Jurisdiction is an interesting concept. At one moment you are affected by one set of laws, and then after crossing an imaginary line, you’re suddenly affected by an entirely different set of them. While it may seem boring, for Pontiacers, jurisdiction has a major impact on our lives. To take a relatively benign example, if you call the police in Quyon, the Sécurité Publique MRC des Collines-de-l’Outaouais will respond. If you call 10 minutes away in Bristol, the Sûreté du Québec from the Campbell’s Bay station will respond.
A more serious example of divided jurisdiction was seen during the peak of pandemic restrictions, when many residents of the Municipality of Pontiac (MoP) couldn’t enter the MRC Pontiac without the proper paperwork, preventing what would otherwise be normal and essential movement through the community. There were also similar restrictions on the Ontario and Quebec border.
Without going into the efficacy or morality of the pandemic travel restrictions, it’s important to emphasize that the roadblocks appeared along the essentially arbitrary lines of political borders. It didn’t matter that many people in Quyon normally do their grocery shopping in Shawville, or that people from all over the Pontiac need to go to the Ontario side for many important services or let alone all the family connections all across the Ottawa Valley; the lines where the roadblocks were set up were determined according to the political lines drawn on a map.
A third example of the seemingly arbitrary impact of jurisdiction on people is language policy. Despite English speakers making up the majority of the population in the MRC Pontiac and a significant minority in the MoP, because of policies determined in Quebec City, we live in a territory where the common language of communication is supposed to be French, causing a long list of unnecessary injustices.
Like with the pandemic travel restrictions splitting the community, the lived reality of the region takes a back seat to the language laws that are imposed on us.
Jurisdiction itself is an administrative and democratic reality that we will likely never be without. The idea that we will ever get to a universal set of standards and laws that can be applied to everyone is unlikely. And fundamentally, different communities should have the right to determine democratically certain laws and customs for themselves.
However, by thinking about some negitive impacts that jurisdiction failure can have on communities, we can start to think about what we could do to create different outcomes. Most obviously, we could create new and more rational jurisdictions.
One change that already has a fair bit of buy-in is the MoP, or at least part of the MoP, joining the MRC Pontiac to better reflect the geographical, economic, and demographic realities of the region. Arguably this change would make the administration of things like Highway 148 and the Ottawa River easier. It could also better allow officials to form more coherent region-wide economic, environmental, and cultural policies.
However, if so inclined, one could start thinking of far more radical jurisdictional shifts, perhaps even going so far as a new province.
It appears that the government of Quebec, with the support of a critical mass of the province’s population, will continue to pursue French language policies at the expense of anglophones, allophones and francophones who want to live in a bilingual community for the foreseeable future. This trend doesn’t seem to be going anywhere anytime soon and there doesn’t really seem to be much of a chance for domestic opposition to succeed against the sentiment. With the imminent multipartisan passage of Bill C-13 at the federal level, it seems that no federal political party sees itself as much of a roadblock to this trend either.
Given these political realities, why not think about something new? In the Outaouais, there are grievances around the lack of government attention in areas like healthcare and infrastructure relative to the region’s tax base, along with a significant population of alienated anglophones.
Across the Ottawa River, a not insignificant sentiment of resentment exists in Northern and Eastern Ontario over the province’s GTA-centric politics. Franco-Ontarians have had their own problems maintaining their language rights in a province where they are a significant minority.
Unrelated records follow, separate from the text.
def _batch(system: ReactionSystem, N0: np.ndarray, T0: np.ndarray, P0: np.ndarray, H_in: np.ndarray,
           scale: np.ndarray, lo: np.ndarray, hi: np.ndarray, shape: tuple[int, ...], options: dict[str, Any],
           raise_on_failure: bool) -> AdiabaticBatchResult:
    solves = 0

    def evaluate(T: np.ndarray, idx: np.ndarray) -> np.ndarray:
        nonlocal solves
        batch = system.equilibrium_batch(N0[idx], T, P0[idx], **options)
        solves += 1
        return np.where(batch.converged, np.asarray(batch.H) - H_in[idx], np.nan)

    first = system.equilibrium_batch(N0, T0, P0, **options)
    f0 = np.where(first.converged, np.asarray(first.H) - H_in, np.nan)
    C = _frozen_heat_capacity(system, np.asarray(first.amounts.array), T0, P0)
    ok = np.isfinite(f0)
    T_out, f_out, status = np.array(T0), np.array(f0), np.full(T0.size, SEARCH_SOLVE_FAILED)
    if np.any(ok):
        idx = np.flatnonzero(ok)
        T_out[idx], f_out[idx], status[idx] = _search(lambda T, j: evaluate(T, idx[j]), T0[idx], f0[idx], C[idx],
                                                      scale[idx], lo[idx], hi[idx])
    final = system.equilibrium_batch(N0, T_out, P0, **options)
    fields = {name: getattr(final, name) for name in final.__dataclass_fields__}
    fields["shape"] = shape
    for name, value in fields.items():
        if isinstance(value, np.ndarray) and name != "_invalid_reasons":
            fields[name] = _reshape(value, final.shape, shape)
    out = AdiabaticBatchResult(**fields, T_in=T0.reshape(shape), H_in=H_in.reshape(shape),
                               search_status=status.reshape(shape), solves=solves + 2)
    if raise_on_failure and out.n_failed:
        first_bad = int(np.flatnonzero(~out.converged.ravel())[0])
        raise NotConvergedError(f"{out.n_failed} of {len(out)} adiabatic states failed; the first, state "
                                f"{first_bad}: {out.message(first_bad)}", out)
    return out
Northern Ontario even already has what essentially amounts to a provincial independence party.
Given all this, why not create a New Brunswick-esque bilingual province out of Northern Ontario, Eastern Ontario and the Outaouais? Think of all the problems that could potentially be solved on both sides of the border. The Province of Canada was only split into Quebec and Ontario in 1867, not that long ago in the grand scheme of things.
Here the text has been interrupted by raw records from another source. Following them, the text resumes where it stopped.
def reason(status: int, code: int) -> str:
    """Short label of a failed state's cause, from its reason code or else its status."""
    return REASON_LABELS.get(code) or STATUS_LABELS.get(status, f"status {status}")


def status_names() -> tuple[str, ...]:
    try:
        status = hipeq.Status
    except AttributeError:  # versions before the Status enum
        status = None
    if status is not None:
        return tuple(m.name for m in sorted(status))
    return tuple(result_module.STATUS_NAMES)


def element_tolerances() -> tuple[float, float, str]:
    rtol = getattr(result_module, "ELEMENT_RTOL", None)
    atol = getattr(result_module, "ELEMENT_ATOL", None)
    if rtol is None or atol is None:
        return 1e-10, 1e-15, ("documented values (hipeq.solvers.result.ELEMENT_RTOL / ELEMENT_ATOL not found in "
                              "this version)")
    return float(rtol), float(atol), "hipeq.solvers.result.ELEMENT_RTOL / ELEMENT_ATOL"


# --------------------------------------------------------------------------------------------------------
# states
# --------------------------------------------------------------------------------------------------------
def random_states(nc: int, n: int, seed: int, sealed: bool) -> tuple[np.ndarray, np.ndarray, np.ndarray]:
    rng = np.random.default_rng(seed)
    feeds = rng.uniform(0.01, 1.0, (n, nc))
    u = rng.uniform(size=(n, nc))
    feeds[u < 0.3] = 0.0
    feeds[(u >= 0.3) & (u < 0.45)] = 1e-12
    empty = ~(feeds.sum(axis=1) > 0.0)
    feeds[np.flatnonzero(empty), rng.integers(nc, size=int(empty.sum()))] = 1.0
    T = rng.uniform(300.0, 1500.0, n)
    if sealed:
        PV = feeds.sum(axis=1) / 10.0 ** rng.uniform(-1.0, 5.0, n)  # V [m3] for 0.1-1e5 mol/m3
    else:
        PV = 10.0 ** rng.uniform(5.0, 8.0, n)  # P [Pa], 1-1000 bar
    return feeds, T, PV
Obviously, this change seems far-fetched from the onset. A massive change like this would be politically pretty difficult to achieve. Many people are used to and like identifying as Quebecers and obviously a new identity isn’t on many people’s radar.
However, fundamentally all it would take is a shift in political imagination.
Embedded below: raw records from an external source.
"""Regenerate the tables of docs/eos_validation.md and docs/hydrogen.md.

    .venv/bin/python docs/tools/eos_validation_table.py            # every table, the timing table too
    .venv/bin/python docs/tools/eos_validation_table.py --check    # compare only (no timing)

Each table sits between ``<!-- table: NAME -->`` and ``<!-- end table -->`` in its document and is replaced in
place (docs/tools/doc_blocks.py); the prose around it is left alone. ``make validation-docs`` runs it without the
timing table (docs/tools/validation_docs.py --eos); run this script itself to measure the cost of a call again,
``--check`` to compare only. The numbers come from the same helpers the validation tests use
(tests/validation/coolprop_cases.py, tests/validation/thermo_cases.py), and the bounds printed beside them are the
ones the tests enforce.
"""
from __future__ import annotations

import platform
import sys
import timeit
from pathlib import Path

import numpy as np

ROOT = Path(__file__).resolve().parents[2]
sys.path.insert(0, str(ROOT / "tests" / "validation"))

import coolprop_cases as cc  # noqa: E402
import thermo_cases as tc  # noqa: E402

from hipeq.models import build_model, fugacity_coefficients  # noqa: E402


def _fmt(value: float | None, digits: int = 4) -> str:
    return "-" if value is None or not np.isfinite(value) else f"{value:.{digits}f}"


def coolprop_table() -> str:
    lines = ["| fluid (reference EOS) | model | max abs(d ln phi), 10-100 bar | bound | max abs(d ln phi), "
             "10-1000 bar | bound | worst state | no root |", "|---|---|---|---|---|---|---|---|"]
    for fluid, (_, source) in cc.FLUIDS.items():
        ref = cc.reference(fluid)
        for label, (eos, options) in cc.MODELS.items():
            low, high, (T, P), invalid = cc.band_maxima(ref, cc.model_errors(ref, eos, options)[0])
            b_low, b_high = cc.BOUNDS.get((fluid, label), (None, None))
            shown_high = "-" if invalid else _fmt(high)
            lines.append(f"| {fluid} ({source.split(',')[0]}) | {label} | {_fmt(low)} | {_fmt(b_low, 3)} | "
                         f"{shown_high} | {_fmt(b_high, 3)} | {T:.0f} K, {P / 1e5:.0f} bar | {invalid or ''} |")
    return "\n".join(lines)


def liquid_table() -> str:
    lines = ["| fluid | T [K] | P [bar] | reference phase | model | d ln phi | model root |",
             "|---|---|---|---|---|---|---|"]
    for fluid in cc.FLUIDS:
        ref = cc.reference(fluid)
        for index in zip(*np.nonzero(ref.liquid)):
            for label, (eos, options) in cc.MODELS.items():
                errors, liquid = cc.model_errors(ref, eos, options)
                err = errors[index]
                root = "none" if np.isnan(err) else ("liquid-like" if liquid[index] else "gas-like/single")
                lines.append(f"| {fluid} | {ref.T[index]:.0f} | {ref.P[index] / 1e5:.0f} | {ref.phase_name(index)} | "
                             f"{label} | {_fmt(err)} | {root} |")
    return "\n".join(lines)


def thermo_table() -> str:
    lines = ["| model | species set | states | thermo root 'l' | max abs(d ln phi) | max rel. d Z | "
             "max abs(d h_res) [J/mol] |", "|---|---|---|---|---|---|---|"]
    for eos in tc.THERMO:
        for set_name, names in tc.SETS.items():
            model = build_model(names, eos)
            T, P, Y = tc.random_states(eos, set_name)
            ours = fugacity_coefficients(names, T, P, Y, eos)
            d_ln, d_z, d_h, n_l = 0.0, 0.0, 0.0, 0
            for k in range(len(T)):
                state, phase = tc.thermo_state(eos, model, T[k], P[k], Y[k])
                n_l += phase == "l"
                d_ln = max(d_ln, float(np.max(np.abs(ours.ln_phis[k] - getattr(state, f"lnphis_{phase}")))))
                d_z = max(d_z, abs(ours.Z[k] / getattr(state, f"Z_{phase}") - 1.0))
                d_h = max(d_h, abs(ours.h_res[k] - getattr(state, f"H_dep_{phase}")))
            lines.append(f"| {eos} | {set_name} ({', '.join(names)}) | {len(T)} | {n_l} | {d_ln:.1e} | {d_z:.1e} | "
                         f"{d_h:.1e} |")
    return "\n".join(lines)


def hydrogen_table() -> str:
    ref = cc.reference("H2")
    head = " | ".join(f"{p / 1e5:.0f} bar" for p in cc.PRESSURES)
    lines = [f"| option | {head} | bound (all) |", "|---|" + "---|" * (len(cc.PRESSURES) + 1)]
    for label, (eos, options) in cc.HYDROGEN_OPTIONS.items():
        errors = cc.model_errors(ref, eos, options)[0]
        worst = np.max(np.abs(errors), axis=0)
        signed = [errors[np.argmax(np.abs(errors[:, j])), j] for j in range(len(cc.PRESSURES))]
        cells = " | ".join(f"{w:.4f} ({'+' if s > 0 else '-'})" for w, s in zip(worst, signed))
        lines.append(f"| {label} | {cells} | {_fmt(cc.HYDROGEN_BOUNDS.get(label), 3)} |")
    return "\n".join(lines)


def hydrogen_enthalpy_table() -> str:
    ref = cc.reference("H2")
    head = " | ".join(f"{p / 1e5:.0f} bar" for p in cc.PRESSURES)
    lines = [f"| option | {head} | bound (all) |", "|---|" + "---|" * (len(cc.PRESSURES) + 1)]
    for label, (eos, options) in cc.HYDROGEN_OPTIONS.items():
        errors = cc.model_errors(ref, eos, options, "h_res")[0]
        worst = np.max(np.abs(errors), axis=0)
        lines.append(f"| {label} | " + " | ".join(f"{w:.0f}" for w in worst)
                     + f" | {cc.HYDROGEN_H_BOUNDS[label]:.0f} |")
    reference_row = " | ".join(f"{lo:.0f}-{hi:.0f}" for lo, hi in zip(ref.h_res.min(axis=0), ref.h_res.max(axis=0)))
    lines.append(f"| *reference h_res itself, 400-900 K* | {reference_row} | |")
    return "\n".join(lines)


def mixture_table() -> str:
    head = " | ".join(f"H2 / N2 at {p / 1e5:.0f} bar" for p in cc.MIXTURE_PRESSURES)
    lines = [f"| option | {head} | bound (all) |", "|---|" + "---|" * (len(cc.MIXTURE_PRESSURES) + 1)]
    for label, (eos, options) in cc.HYDROGEN_OPTIONS.items():
        worst = np.max(np.abs(cc.mixture_errors(eos, options)), axis=0)  # (nP, 2)
        lines.append(f"| {label} | " + " | ".join(f"{h:.4f} / {n:.4f}" for h, n in worst)
                     + f" | {cc.MIXTURE_BOUNDS[label]:.3f} |")
    return "\n".join(lines)


def timing_table() -> str:
    names = ["H2", "N2", "NH3", "CH4", "Ar"]
    y = [0.6, 0.2, 0.1, 0.05, 0.05]
    model = build_model(names, "PR")
    T = np.linspace(400.0, 900.0, 10_000)
    cases = {
        "fugacity_coefficients(names, T, P, y), one state, 5 components, PR":
            lambda: fugacity_coefficients(names, 700.0, 3e7, y),
        "CompiledModel.fugacity_coefficients(T, P, y), one state": lambda: model.fugacity_coefficients(700.0, 3e7, y),
        "build_model(names, 'PR') (cached)": lambda: build_model(names, "PR"),
        "fugacity_coefficients, 10,000 states in one call, per state":
            lambda: fugacity_coefficients(names, T, 3e7, y),
    }
    lines = ["| call | time |", "|---|---|"]
    for label, call in cases.items():
        call()
        number = 20 if "10,000" in label else 2000
        best = min(timeit.repeat(call, number=number, repeat=7)) / number
        per = best / T.size if "10,000" in label else best
        unit, scale = ("ns", 1e9) if "10,000" in label else ("us", 1e6)
        lines.append(f"| {label} | {per * scale:.1f} {unit} |")
    lines.append(f"\nMeasured on {platform.machine()}, Python {platform.python_version()}, best of 7 repeats, "
                 "numba cache warm.")
    return "\n".join(lines)


def tables(timing: bool = False) -> dict[Path, dict[str, str]]:
    """The generated blocks of docs/eos_validation.md and docs/hydrogen.md by document; the cost-of-a-call table
    (``timing``) only when asked: it is a measurement of this machine at this moment, not a validation."""
    eos = {"coolprop": coolprop_table(), "liquid": liquid_table(), "thermo": thermo_table()}
    if timing:
        eos["timing"] = timing_table()
    return {ROOT / "docs" / "eos_validation.md": eos,
            ROOT / "docs" / "hydrogen.md": {"hydrogen": hydrogen_table(),
                                            "hydrogen-enthalpy": hydrogen_enthalpy_table(),
                                            "mixture": mixture_table()}}


def main(argv: list[str] | None = None) -> int:
    import argparse

    from doc_blocks import replace_tables

    ap = argparse.ArgumentParser(description=__doc__.splitlines()[0])
    ap.add_argument("--check", action="store_true", help="compare only (timing table excluded); exit 1 on a difference")
    args = ap.parse_args(argv)
    same = True
    for path, blocks in tables(timing=not args.check).items():
        same &= replace_tables(path, blocks, args.check)
    return 0 if same else 1

if __name__ == "__main__":
    raise SystemExit(main())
THE EQUITY has previously covered the Pontiacers’ desire to separate from Quebec, by either joining Ontario or a new Federal District made of up Ottawa-Gatineau and its surrounding area. After polling its readership in 1971 and 1981, both times THE EQUITY saw that large majorities of the survey respondents in favour of separating from Quebec in some form. So this idea isn’t new.
Overall, things can change quickly if we really wanted them to. And if the Government of Quebec continues to use the province’s anglophone minority as a scapegoat, why not think about a change? It’s all just lines on a map after all, which could easily be redrawn if we wanted to. The threat alone may be enough to stop these regions and their people from being taken for granted.